Mr Kealey said that an investigation into Riaz’s role with LSS found he had a record with HMRC as being employed by a company called Five Leisure Amusements between 2008 and 2015.

In August 2014, a new record was created stating he was self-employed and trading as LSS, but this was said to have been done after the beginning of the police investigation.

Mr Kealey said it was only as the investigation continued that officers became aware that Ayub and Riaz were brothers.

He said that between June 2010 and May 2014, £592,000 was paid into LSS accounts, including £320,000 from Chambers and £269,000 from unknown sources.

In terms of outgoings over the four-year period, he said £135,000 had been paid to Five Leisure Amusements in April 2011, more than £30,000 paid for fees at Bradford Grammar School for the son of a Chambers employee, and about £537,000 in cash withdrawn in seven transactions between January and April 2014, again following the start of the police investigation into LSS.

On the withdrawals, Mr Kealey said: “No explanation has been provided by Mohammed Riaz, the only inference that can be drawn is that it was to dispose of the proceeds of dishonesty.”

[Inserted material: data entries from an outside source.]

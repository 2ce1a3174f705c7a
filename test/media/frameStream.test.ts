import { afterAll, beforeAll, describe, expect, it } from 'vitest';
import { existsSync, readFileSync } from 'node:fs';
import { alignCrop, openFrameStream, yuv420FrameBytes } from '../../src/media/frameStream.js';
import { probeMedia } from '../../src/media/probe.js';
import { KerrError } from '../../src/errors.js';
import type { Frame } from '../../src/media/types.js';
import { ffprobeFrameTimes, makeClip, tempDir } from '../helpers/makeClip.js';
import { benchClip } from '../helpers/referenceData.js';
import { OUTSIDE } from '../setup/outsideSources.js';


/** Copies of the Y planes (frame data is reused by the stream). */
async function lumaPlanes(stream: AsyncIterable<Frame>, limit = Infinity): Promise<Array<{ index: number; timeS: number; width: number; height: number; y: Uint8Array }>> {
  const out = [];
  for await (const f of stream) {
    out.push({ index: f.index, timeS: f.timeS, width: f.width, height: f.height, y: f.data.slice(0, f.width * f.height) });
    if (out.length >= limit) break;
  }
  return out;
}

/** Linux: a reaped process has no /proc entry (a zombie keeps one, in state Z). */
function processGone(pid: number): boolean {
  return !existsSync(`/proc/${pid}`);
}

/** Alive and not a zombie. */
function processRunning(pid: number): boolean {
  try {
    return !readFileSync(`/proc/${pid}/stat`, 'utf8').split(') ')[1]!.startsWith('Z');
  } catch {
    return false;
  }
}

describe('openFrameStream', () => {
  let tmp: Awaited<ReturnType<typeof tempDir>>;
  let cfr: string;
  beforeAll(async () => {
    tmp = await tempDir('stream');
    cfr = await makeClip(tmp.dir, 'cfr.mp4', { width: 160, height: 120, fps: 25, durationS: 2 });
  });
  afterAll(async () => { await tmp.cleanup(); });

  it('delivers every frame once, in order, as planar 4:2:0 in one reused buffer', async () => {
    const buffers = new Set<Uint8Array>();
    const indices: number[] = [];
    for await (const f of openFrameStream(cfr)) {
      buffers.add(f.data);
      indices.push(f.index);
      expect([f.width, f.height, f.data.length]).toEqual([160, 120, yuv420FrameBytes(160, 120)]);
    }
    expect(indices).toEqual(Array.from({ length: 50 }, (_, i) => i));
    expect(buffers.size).toBe(1);
  });

  it('times variable-frame-rate frames by the container timestamps, as ffprobe does frame by frame', { tags: [OUTSIDE.ffprobe] }, async () => {
    const vfr = await makeClip(tmp.dir, 'vfr.mp4', { width: 160, height: 120, fps: 30, durationS: 2, vfr: true });
    const reference = await ffprobeFrameTimes(vfr); // ffprobe -show_entries frame=pts_time (decodes the stream)
    const frames = await lumaPlanes(openFrameStream(vfr));
    expect(frames.length).toBe(reference.length);
    frames.forEach((f, i) => expect(Math.abs(f.timeS - reference[i]!)).toBeLessThan(1e-6));
    // and the times are really irregular (not index/fps)
    const gaps = frames.slice(1).map((f, i) => f.timeS - frames[i]!.timeS);
    expect(Math.max(...gaps) / Math.min(...gaps)).toBeGreaterThan(2);
  });

  it('times the variable-frame-rate bench clip as its renderer did (bench-clips truth.json frameTimes_s, within 1 ms)', { tags: [OUTSIDE.vfr] }, async () => {
    const truth = JSON.parse(readFileSync(benchClip('vfr_past_halfwave').truth, 'utf8')) as { frameTimes_s: number[] };
    const times: number[] = [];
    for await (const f of openFrameStream(benchClip('vfr_past_halfwave').clip, { crop: { x: 0, y: 0, w: 16, h: 16 } })) times.push(f.timeS);
    // The muxer's edit list hides the very last frame (the probe notes it); every shown frame matches.
    expect(times.length).toBeGreaterThanOrEqual(truth.frameTimes_s.length - 1);
    times.forEach((t, i) => expect(Math.abs(t - truth.frameTimes_s[i]!)).toBeLessThan(1e-3));
  });

  it('crops inside ffmpeg to exactly the pixels of the full frame (even-aligned crop)', async () => {
    const full = await lumaPlanes(openFrameStream(cfr), 3);
    const crop = { x: 20, y: 10, w: 40, h: 30 };
    const cropped = await lumaPlanes(openFrameStream(cfr, { crop }), 3);
    for (let k = 0; k < 3; k++) {
      expect([cropped[k]!.width, cropped[k]!.height]).toEqual([40, 30]);
      for (let y = 0; y < 30; y++) {
        for (let x = 0; x < 40; x++) expect(cropped[k]!.y[y * 40 + x]).toBe(full[k]!.y[(y + 10) * 160 + x + 20]);
      }
    }
  });

  it('widens an odd crop to even edges and says so in layout()', async () => {
    expect(alignCrop({ x: 3, y: 5, w: 10, h: 7 }, 160, 120)).toEqual({ x: 2, y: 4, w: 12, h: 8 });
    const stream = openFrameStream(cfr, { crop: { x: 3, y: 5, w: 10, h: 7 } });
    expect((await stream.layout()).crop).toEqual({ x: 2, y: 4, w: 12, h: 8 });
    const frames = await lumaPlanes(stream, 1);
    expect([frames[0]!.width, frames[0]!.height]).toEqual([12, 8]);
  });

  it('scales inside ffmpeg to the asked width, keeping the aspect with an even height', async () => {
    const frames = await lumaPlanes(openFrameStream(cfr, { scaleToWidth: 80 }), 2);
    expect([frames[0]!.width, frames[0]!.height]).toEqual([80, 60]);
  });

  it('delivers rotated clips upright: the frame is the stored picture turned as the metadata says', async () => {
    const plain = await makeClip(tmp.dir, 'plain.mp4', { width: 64, height: 48, fps: 5, durationS: 1, source: 'testsrc' });
    const rotated = await makeClip(tmp.dir, 'rotated.mp4', { width: 64, height: 48, fps: 5, durationS: 1, source: 'testsrc', rotate: 90 });
    const probe = await probeMedia(rotated);
    const [stored] = await lumaPlanes(openFrameStream(plain), 1);
    const [shown] = await lumaPlanes(openFrameStream(rotated), 1);
    expect([shown!.width, shown!.height]).toEqual([48, 64]);
    // Turn the stored picture clockwise by rotationDeg (90 or 270) and compare pixel by pixel.
    const cw = probe.info.rotationDeg;
    expect([90, 270]).toContain(cw);
    for (let y = 0; y < 64; y++) {
      for (let x = 0; x < 48; x++) {
        const [sx, sy] = cw === 90 ? [y, 47 - x] : [63 - y, x];
        expect(shown!.y[y * 48 + x]).toBe(stored!.y[sy * 64 + sx]);
      }
    }
  });

  it('stops and reaps ffmpeg when the loop breaks early (no zombie)', async () => {
    const long = await makeClip(tmp.dir, 'long.mp4', { width: 320, height: 240, fps: 25, durationS: 8, source: 'testsrc' });
    const stream = openFrameStream(long);
    let n = 0;
    for await (const f of stream) {
      void f;
      if (++n === 3) break;
    }
    const exit = await stream.closed();
    expect(exit).not.toBeNull();
    expect(exit!.code === 0).toBe(false); // killed, not finished
    expect(processGone(exit!.pid!)).toBe(true);
    expect(() => process.kill(exit!.pid!, 0)).toThrow();
  });

  it('applies backpressure: ffmpeg waits while the consumer is busy instead of racing to the end', async () => {
    const long = await makeClip(tmp.dir, 'long2.mp4', { width: 320, height: 240, fps: 25, durationS: 8, source: 'testsrc' });
    // 200 frames x 115 kB = 23 MB of raw video: far more than the pipe and stream buffers hold.
    const stream = openFrameStream(long);
    const it = stream[Symbol.asyncIterator]();
    await it.next();
    await new Promise((r) => setTimeout(r, 1500));
    expect(processRunning(stream.pid!)).toBe(true); // still alive: blocked on the full pipe
    expect(stream.framesRead).toBe(1);
    await it.return!();
    expect(processGone((await stream.closed())!.pid!)).toBe(true);
  });

  it('stops on an AbortSignal with its reason and reaps ffmpeg', async () => {
    const controller = new AbortController();
    const stream = openFrameStream(cfr, { signal: controller.signal });
    let caught: unknown;
    try {
      for await (const f of stream) if (f.index === 2) controller.abort(new Error('stop now'));
    } catch (e) {
      caught = e;
    }
    expect((caught as Error).message).toBe('stop now');
    expect(processGone((await stream.closed())!.pid!)).toBe(true);
  });

  it('reports progress as frames done of frames expected', async () => {
    const calls: Array<[number, number]> = [];
    for await (const f of openFrameStream(cfr, { onProgress: (d, t) => calls.push([d, t]) })) void f;
    expect(calls.length).toBe(50);
    expect(calls[0]).toEqual([1, 50]);
    expect(calls[49]).toEqual([50, 50]);
  });

  it('stops after maxFrames', async () => {
    expect((await lumaPlanes(openFrameStream(cfr, { maxFrames: 7 }))).length).toBe(7);
  });

  it('ends a truncated file with TRUNCATED_MEDIA saying how many frames were read of how many', async () => {
    const cut = await makeClip(tmp.dir, 'cut.mp4', { width: 160, height: 120, fps: 30, durationS: 3, truncateFraction: 0.5 });
    let read = 0;
    let caught: unknown;
    try {
      for await (const f of openFrameStream(cut)) { void f; read++; }
    } catch (e) {
      caught = e;
    }
    expect(caught).toBeInstanceOf(KerrError);
    const e = caught as KerrError;
    expect(e.code).toBe('TRUNCATED_MEDIA');
    expect(e.details?.framesRead).toBe(read);
    expect(e.details?.framesExpected).toBe(90);
    expect(read).toBeGreaterThan(10);
    expect(read).toBeLessThan(90);
    expect(e.message).toContain(`read ${read} of 90 frames`);
  });

  it('refuses a crop outside the frame before starting ffmpeg', async () => {
    const stream = openFrameStream(cfr, { crop: { x: 150, y: 0, w: 20, h: 10 } });
    await expect(lumaPlanes(stream)).rejects.toMatchObject({ code: 'BAD_REGION' });
    expect(stream.pid).toBeUndefined();
  });

  it('can be read only once', async () => {
    const stream = openFrameStream(cfr, { maxFrames: 1 });
    await lumaPlanes(stream);
    expect(() => stream[Symbol.asyncIterator]()).toThrow(KerrError);
  });
});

Describing the LSS agency, he said it was a “sham company existing in name only” to claim the LAA fees, which were “either grossly inflated or never incurred at all.”

He described Riaz as “simply a front” for LSS, and said the agency was created purely as a “vehicle for fraud”.

In July 2014, police, including officers from West Yorkshire Police’s Economic Crime Unit and Bradford CID, executed a warrant at the Chambers offices on Grattan Road.

Mr Kealey told the jury that many of the files seized had shown a “very significant” increase in the amounts claimed by LSS compared to the actual amounts charged by the interpreters, with some LSS invoices found to have Frew’s fingerprints on.

The three defendants were interviewed on a number of occasions and all denied any wrongdoing.

On his arrest, Riaz was said to have given a prepared statement confirming he had provided interpreting services to Chambers via LSS.

Mr Kealey said that Riaz told officers that it was “immaterial” that Chambers workers may have been unaware they were acting as “agents” for LSS, claiming that while the process may have been “novel”, it was not fraudulent.

The trial continues.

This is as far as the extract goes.